Pignotti con Vila-Matas
Pignotti con Vila-Matas



Pignotti con Eugenio Montale
Pignotti con Eugenio Montale



Diario corale
Diario corale



Falasca & Sanguineti
Falasca & Sanguineti



Liverani
Liverani



Pignotti
Poesia visuale, Firenze 2014



Poesía militante de Pignotti pata la biennale polizziotta contro studenti ed artisti-1968
Poesía militante de Pignotti pata la biennale polizziotta contro studenti ed artisti, 1968



VILA-MATAS, SEGÚN PIGNOTTI.

LAMBERTO PIGNOTTI


Questo mondo fra i suoi molti difetti ne ha uno grossissimo: è poco divertente e alquanto prevedibile. C'è troppa furbizia e troppa poca genialità in giro.

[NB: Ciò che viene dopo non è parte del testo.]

import type { ReactNode } from "react";
import { Link, useParams } from "react-router";
import { OBJECT_TYPE_LABELS, PHOTO_PROCESS_LABELS, SENSITIVITY_LABELS, VALUATION_BASIS_LABELS, type ObjectRecord } from "@shared/schemas/objects.ts";
import { formatLength, formatSize, type Unit } from "@shared/domain/units.ts";
import { can } from "@shared/permissions.ts";
import { useMe } from "@/features/session/api/session.ts";
import { useStudio } from "@/features/settings/api/settings.ts";
import { useObject } from "@/features/objects/api/objects.ts";
import { StatusBadge } from "@/features/objects/components/status-badge.tsx";
import { ButtonLink } from "@/components/ui/button.tsx";
import { Badge, Card, EmptyState, Notice, Skeleton } from "@/components/ui/feedback.tsx";
import { formatDate, formatDateTime, formatMoney } from "@/lib/format.ts";
import { useObjectPlan } from "@/features/planner/api/plans.ts";
import { useObjectMountings } from "@/features/mountings/api/mountings.ts";
import { Timeline } from "@/features/history/components/timeline.tsx";
import { CustodyList } from "@/features/custody/components/custody-list.tsx";
import { CustodyForm } from "@/features/custody/components/custody-form.tsx";
import { useObjectCondition } from "@/features/condition/api/condition.ts";
import { PhotoUploader } from "@/features/photos/components/photo-uploader.tsx";
import { PhotoGrid } from "@/features/photos/components/photo-grid.tsx";
import { useObjectDocuments, useRefreshDocuments } from "@/features/documents/api/documents.ts";
import { DocumentButton } from "@/features/documents/components/document-button.tsx";
import { LabelButton } from "@/features/documents/components/label-button.tsx";
import { DocumentsList } from "@/features/documents/components/documents-list.tsx";
import { Cautions, RatingBadge } from "@/features/condition/components/report-view.tsx";
import { CONDITION_CONTEXT_LABELS } from "@shared/schemas/condition.ts";
import { mountSummary } from "@shared/domain/mounting.ts";
import { MOUNTING_REASON_LABELS, MOUNTING_STATUS_LABELS } from "@shared/schemas/mountings.ts";

function Row({ label, children }: { label: string; children: ReactNode }) {
  return (
    <div className="grid grid-cols-[11rem_1fr] gap-3 border-b border-stone-light py-2 last:border-0">
      <dt className="text-sm text-graphite">{label}</dt>
      <dd className="text-sm">{children ?? "—"}</dd>
    </div>
  );
}

function imageArea(o: ObjectRecord, unit: Unit): string | null {
  const b = [o.borderLeftMm, o.borderTopMm, o.borderRightMm, o.borderBottomMm];
  if (b.every((v) => v === null)) return null;
  const [l = 0, t = 0, r = 0, bt = 0] = b.map((v) => v ?? 0);
  const size = formatSize(o.sheetWidthMm - l - r, o.sheetHeightMm - t - bt, unit);
  const sides = `borders: left ${formatLength(l, unit)}, top ${formatLength(t, unit)}, right ${formatLength(r, unit)}, bottom ${formatLength(bt, unit)}`;
  return `${size} (${sides})`;
}

export function Component() {
  const { id = "" } = useParams();
  const { data: user } = useMe();
  const { unit, words, settings } = useStudio();
  const q = useObject(id);
  const draft = useObjectPlan(id);
  const mountings = useObjectMountings(id);
  const condition = useObjectCondition(id);
  const documents = useObjectDocuments(id);
  const refreshDocuments = useRefreshDocuments();

  if (q.isPending)
    return (
      <div className="space-y-4">
        <Skeleton className="h-6 w-40" />
        <Skeleton className="h-10 w-96" />
        <Skeleton className="h-64 w-full" />
      </div>
    );
  if (q.isError)
    return (
      <Notice tone="fail" title="Object not found">
        {q.error.message}{" "}
        <Link to="/objects" className="font-medium underline">
          Back to the register
        </Link>
      </Notice>
    );
  const o = q.data;
  const area = imageArea(o, unit);
  const current = mountings.data?.find((m) => m.status === "completed");
  const others = (mountings.data ?? []).filter((m) => m !== current);
  const studioCanMount = can(user, "mounting:write", { clientId: o.clientId });

  return (
    <article className="space-y-6">
      <header className="flex flex-wrap items-start justify-between gap-4 border-b border-stone pb-5">
        <div className="flex gap-5">
          <div aria-hidden="true" className="flex h-20 w-20 shrink-0 items-center justify-center rounded-card border border-stone bg-paper-sheet">
            <div
              className="border border-graphite-light bg-paper-deep"
              style={{
                width: `${(56 * Math.min(1, o.sheetWidthMm / o.sheetHeightMm)).toFixed(0)}px`,
                height: `${(56 * Math.min(1, o.sheetHeightMm / o.sheetWidthMm)).toFixed(0)}px`,
              }}
            />
          </div>
          <div>
            <p className="text-sm font-semibold text-accent num">{o.objectNumber}</p>
            <h1 className="text-2xl font-bold tracking-tight">{o.title}</h1>
            <p className="text-ink-soft">
              {o.maker ?? "Maker unknown"}
              {o.dateMade ? `, ${o.dateMade}` : ""}
            </p>
            <div className="mt-2 flex flex-wrap items-center gap-2 text-sm">
              <StatusBadge status={o.status} />
              {o.location && <span className="text-graphite">{o.location}</span>}
              <span className="text-graphite">· Owner: {o.clientName}</span>
            </div>
            <p className="mt-2 text-sm text-graphite" data-testid="current-mount">
              Current {words.mount}: {current ? mountSummary(current.current.data, current.current.plan, { window: "window" }) : "none recorded yet."}
            </p>
          </div>
        </div>
        {can(user, "object:update", { clientId: o.clientId }) && (
          <ButtonLink to={`/objects/${o.id}/edit`} variant="secondary">
            Edit record
          </ButtonLink>
        )}
      </header>

      {condition.data?.[0] && <Cautions cautions={condition.data[0].cautions} />}
      <nav aria-label="Sections of this object" className="flex flex-wrap gap-4 text-sm font-medium">
        {["Record", words.Mount, "History", "Custody", "Condition", "Photos", "Documents"].map((s) => (
          <a key={s} href={`#${s.toLowerCase()}`} className="text-accent hover:underline">
            {s}
          </a>
        ))}
      </nav>

      <div className="grid gap-6 lg:grid-cols-2">
        <Card title="Record" className="lg:row-span-2">
          <dl id="record">
            <Row label="Object type">{OBJECT_TYPE_LABELS[o.objectType]}</Row>
            {o.photoProcess && <Row label="Photographic process">{PHOTO_PROCESS_LABELS[o.photoProcess]}</Row>}
            <Row label="Medium and technique">{o.medium}</Row>
            <Row label="Support">{o.support}</Row>
            <Row label="Edition">{o.edition}</Row>
            <Row label="Inscriptions">{o.inscriptions}</Row>
            <Row label="Sheet">
              <span className="num">{formatSize(o.sheetWidthMm, o.sheetHeightMm, unit)}</span>
            </Row>
            <Row label="Image area">{area && <span className="num">{area}</span>}</Row>
            <Row label="Thickness and flatness">{o.thicknessNotes}</Row>
            <Row label="Sensitivities">
              {o.sensitivities.length ? (
                <span className="flex flex-wrap gap-1">
                  {o.sensitivities.map((s) => (
                    <Badge key={s} tone="warn">
                      {SENSITIVITY_LABELS[s]}
                    </Badge>
                  ))}
                </span>
              ) : null}
            </Row>
            {o.valuationVisible && (
              <>
                <Row label="Insured value">
                  {o.valuationMinor !== null && o.valuationCurrency ? <span className="num">{formatMoney(o.valuationMinor, o.valuationCurrency)}</span> : null}
                </Row>
                <Row label="Valuation">
                  {o.valuationDate || o.valuationBasis || o.valuer
                    ? [formatDate(o.valuationDate), o.valuationBasis && VALUATION_BASIS_LABELS[o.valuationBasis], o.valuer].filter(Boolean).join(" · ")
                    : null}
                </Row>
              </>
            )}
            <Row label="Last changed">{formatDate(o.updatedAt)}</Row>
          </dl>
        </Card>
        <Card title={words.Mount}>
          <div id={words.mount} className="space-y-4 text-sm">
            {current ? (
              <div>
                <p className="font-medium">
                  Current: {MOUNTING_REASON_LABELS[current.reason]} of {formatDate(current.mountedOn)} <span className="font-normal text-graphite">by {current.framerName}</span>
                </p>
                <p className="mt-1 num">{mountSummary(current.current.data, current.current.plan)}</p>
                <p className="mt-1 text-graphite">
                  {current.current.plan.level === "pass"
                    ? "✓ Conservation checks pass."
                    : current.current.plan.level === "warn"
                      ? "▲ Some checks need a decision."
                      : "✕ A conservation check fails."}
                </p>
                <ButtonLink to={`/mountings/${current.id}`} variant="secondary" className="mt-2">
                  Open the mounting record
                </ButtonLink>
              </div>
            ) : (
              <EmptyState title={`No ${words.mount} recorded`}>
                Plan the window, borders, glazing and frame from this object's sheet, then record the boards and hinges used.
              </EmptyState>
            )}
            {draft.data && (
              <p className="rounded-card bg-paper-deep px-3 py-2">
                Draft {words.mount} plan, saved {formatDateTime(draft.data.updatedAt)}:{" "}
                <span className="num">
                  window {draft.data.plan.display.aperture} · outer {draft.data.plan.display.outer}
                </span>
              </p>
            )}
            {others.length > 0 && (
              <div>
                <h3 className="mb-1 font-semibold">Other mounting records</h3>
                <ul className="divide-y divide-stone-light">
                  {others.map((m) => (
                    <li key={m.id} className="flex items-center justify-between gap-3 py-1.5">
                      <Link to={`/mountings/${m.id}`} className="text-accent hover:underline">
                        {MOUNTING_REASON_LABELS[m.reason]} · {formatDate(m.mountedOn)}
                      </Link>
                      <Badge tone={m.status === "draft" ? "warn" : "neutral"}>{MOUNTING_STATUS_LABELS[m.status]}</Badge>
                    </li>
                  ))}
                </ul>
              </div>
            )}
            {(studioCanMount || can(user, "plan:write", { clientId: o.clientId })) && (
              <div className="flex flex-wrap gap-2">
                <ButtonLink to={`/objects/${o.id}/plan`} variant={draft.data ? "secondary" : "primary"}>
                  {draft.data ? `Open the ${words.mount} plan` : `Plan the ${words.mount}`}
                </ButtonLink>
                {studioCanMount && (draft.data || current) && (
                  <ButtonLink to={`/objects/${o.id}/mountings/new`}>{current ? "Record a reframing" : "Record the mounting"}</ButtonLink>
                )}
              </div>
            )}
          </div>
        </Card>
        <Card title="History" className="lg:col-span-2">
          <div id="history">
            <Timeline objectId={o.id} />
          </div>
        </Card>
        <Card title="Custody" className="lg:col-span-2">
          <div id="custody" className="space-y-4">
            {can(user, "custody:write", { clientId: o.clientId }) && (
              <CustodyForm objectId={o.id} status={o.status} ownerName={o.clientName} studioName={settings?.studioName ?? "The studio"} />
            )}
            <CustodyList
              objectId={o.id}
              actions={(r) => (
                <DocumentButton
                  url={`/api/custody/${r.id}/document`}
                  label="Receipt (PDF)"
                  fallbackName={`receipt-${o.objectNumber}.pdf`}
                  onIssued={() => refreshDocuments(o.id)}
                />
              )}
            />
          </div>
        </Card>
        <Card title="Condition">
          <div id="condition" className="space-y-3 text-sm">
            {condition.data && condition.data.length > 0 ? (
              <>
                <ul className="divide-y divide-stone-light" data-testid="condition-reports">
                  {condition.data.map((r) => (
                    <li key={r.id} className="flex items-center justify-between gap-3 py-2">
                      <Link to={`/condition/${r.id}`} className="text-accent hover:underline">
                        {formatDate(r.reportDate)} · {CONDITION_CONTEXT_LABELS[r.context]}
                      </Link>
                      <span className="flex items-center gap-2">
                        <RatingBadge rating={r.rating} />
                        {r.status === "draft" && <Badge tone="warn">Draft</Badge>}
                      </span>
                    </li>
                  ))}
                </ul>
                {condition.data.filter((r) => r.status === "signed").length >= 2 && (
                  <Link to={`/objects/${o.id}/condition/compare`} className="font-medium text-accent hover:underline">
                    Compare two reports
                  </Link>
                )}
              </>
            ) : (
              <EmptyState title="No condition report yet">Condition reports with photos record the state of the object at each hand-over.</EmptyState>
            )}
            {can(user, "condition:write", { clientId: o.clientId }) && (
              <ButtonLink to={`/objects/${o.id}/condition/new`} variant="secondary">
                New condition report
              </ButtonLink>
            )}
          </div>
        </Card>
        <Card title="Photos">
          <div id="photos" className="space-y-4">
            <PhotoUploader objectId={o.id} canUpload={can(user, "photo:write", { clientId: o.clientId })} />
            <PhotoGrid objectId={o.id} canUpload={can(user, "photo:write", { clientId: o.clientId })} />
          </div>
        </Card>
        <Card title="Documents" className="lg:col-span-2">
          <div id="documents" className="space-y-4">
            <div className="flex flex-wrap gap-3">
              <DocumentButton
                url={`/api/objects/${o.id}/documents/dossier`}
                label="Object dossier (PDF)"
                fallbackName={`dossier-${o.objectNumber}.pdf`}
                onIssued={() => refreshDocuments(o.id)}
              />
              {can(user, "label:print") && (
                <LabelButton
                  url={`/api/objects/${o.id}/documents/back-label`}
                  label="Back label (PDF)"
                  fallbackName={`back-label-${o.objectNumber}.pdf`}
                  onIssued={() => refreshDocuments(o.id)}
                />
              )}
            </div>
            <DocumentsList items={documents.data ?? []} />
          </div>
        </Card>
      </div>
    </article>
  );
}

Aumentano spaventosamente gli applicatori di formule, gli spacciatori dell'usato garantito e gli utenti del previsto.

In tale prospettiva non c'è che da tirare un sospiro di sollievo quando si incontra qualcuno che, come Enrique Vila-Matas, non difetta di fantasia.

Meglio sballare che restare lì con la carta coperta e il punteggio bassino.

Già, ma chi è Vila-Matas? I risvolti dei suoi libri ci informano che egli è nato a Barcellona nel 1948, che è autore di una vasta opera narrativa che include romanzi, racconti, articoli, saggi sperimentali e provocatori, molti dei quali tradotti in Italia da Feltrinelli, fra cui "Parigi non finisce mai", "Storia abbreviata

della letteratura portatile","Bartleby e compagnia","Kassel non invita alla logica".
Titoli di per sé già intriganti che invitano per esempio a domandarsi chi sia quel Bartleby e quella sua "compagnia", intenta, pare, a scrivere diari fatti di note a pie' di pagina a commento di un testo inesistente.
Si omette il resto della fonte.